**What you have to do**
Your reply should hold only the lines from the records below where "model" occurs.
Exercise material below:
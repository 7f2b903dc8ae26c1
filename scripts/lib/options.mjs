import { argv, env } from 'node:process'
import { parseArgs } from 'node:util'
import { readPort } from './ports.mjs'
import { Trouble } from './steps.mjs'

/**
 * Reads a command's options; an unknown one is refused with the command's help.
 *
 * @template {import('node:util').ParseArgsConfig['options']} T
 * @param {T} options
 * @param {string} help
 * @param {{ positionals?: boolean }} [more]
 */
export function readOptions(options, help, { positionals = false } = {}) {
  try {
    return parseArgs({ args: argv.slice(2), options, allowPositionals: positionals, strict: true })
  } catch (error) {
    throw new Trouble(error instanceof Error ? error.message.split('. ')[0] ?? '' : String(error), { advice: help })
  }
}

/** The port asked for by `--port` or `PORT`.
 * @param {string | undefined} option */
export function askedPort(option) {
  if (option !== undefined) return readPort(option, '--port')
  return env.PORT ? readPort(env.PORT, 'PORT') : undefined
}
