def bench_apply() -> tuple[list[Row], dict[str, Any]]:
    from haarloom.numerics.truncation import truncate

    rows, found = [], {}
    for n, ladder in LADDERS.items():
        sizes, times = [], []
        for cutoff in ladder:
            truncation = truncate(sister(n), cutoff, {"t": 0.001, "z": 0.3})
            vector = np.random.default_rng(1).standard_normal(truncation.size)
            repeats = max(3, 200_000 // truncation.size)

            def many(truncation: Any = truncation, vector: Any = vector, repeats: int = repeats) -> None:
                for _ in range(repeats):
                    truncation.apply(vector)

            sizes.append(truncation.size)
            times.append(timed(many, 5) / repeats)
        power = exponent(sizes, times)
        found[f"SU({n})"] = {"irreps": sizes, "seconds": times, "exponent": power}
        name = f"SU({n}): one application, {sizes[0]:,} to {sizes[-1]:,} irreps"
        rows.append((name, f"{times[0] * 1e6:.0f} to {times[-1] * 1e6:.0f} µs", "n^1.1", f"n^{power:.2f}"))
    rows.append(_transform_row(found))
    return rows, found


def _transform_row(found: dict[str, Any]) -> Row:
    """The matrix-free operator: a loop field, whose W is dense, by fast transforms."""
    from haarloom.numerics.truncation import truncate

    G = hl.SU(3)
    model = hl.RingModel(hl.heat_kernel(G, "t"), hl.loop_field(G, {"3": "h"}))
    sizes, times = [], []
    for cutoff in LADDERS[3]:
        truncation = truncate(model, cutoff, {"t": 0.001, "h": 0.3})
        vector = np.random.default_rng(1).standard_normal(truncation.size)
        sizes.append(truncation.size)
        times.append(timed(lambda truncation=truncation, vector=vector: truncation.apply(vector), 7))
    power = exponent(sizes, times)
    found["SU(3) loop field, transforms"] = {"irreps": sizes, "seconds": times, "exponent": power}
    name = f"SU(3) loop field, transforms, {sizes[0]:,} to {sizes[-1]:,}"
    return (name, f"{times[0] * 1e6:.0f} to {times[-1] * 1e6:.0f} µs", "n^1.1", f"n^{power:.2f}")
End of Exercise material.
**Task response**
    model = hl.RingModel(hl.heat_kernel(G, "t"), hl.loop_field(G, {"3": "h"}))
        truncation = truncate(model, cutoff, {"t": 0.001, "h": 0.3})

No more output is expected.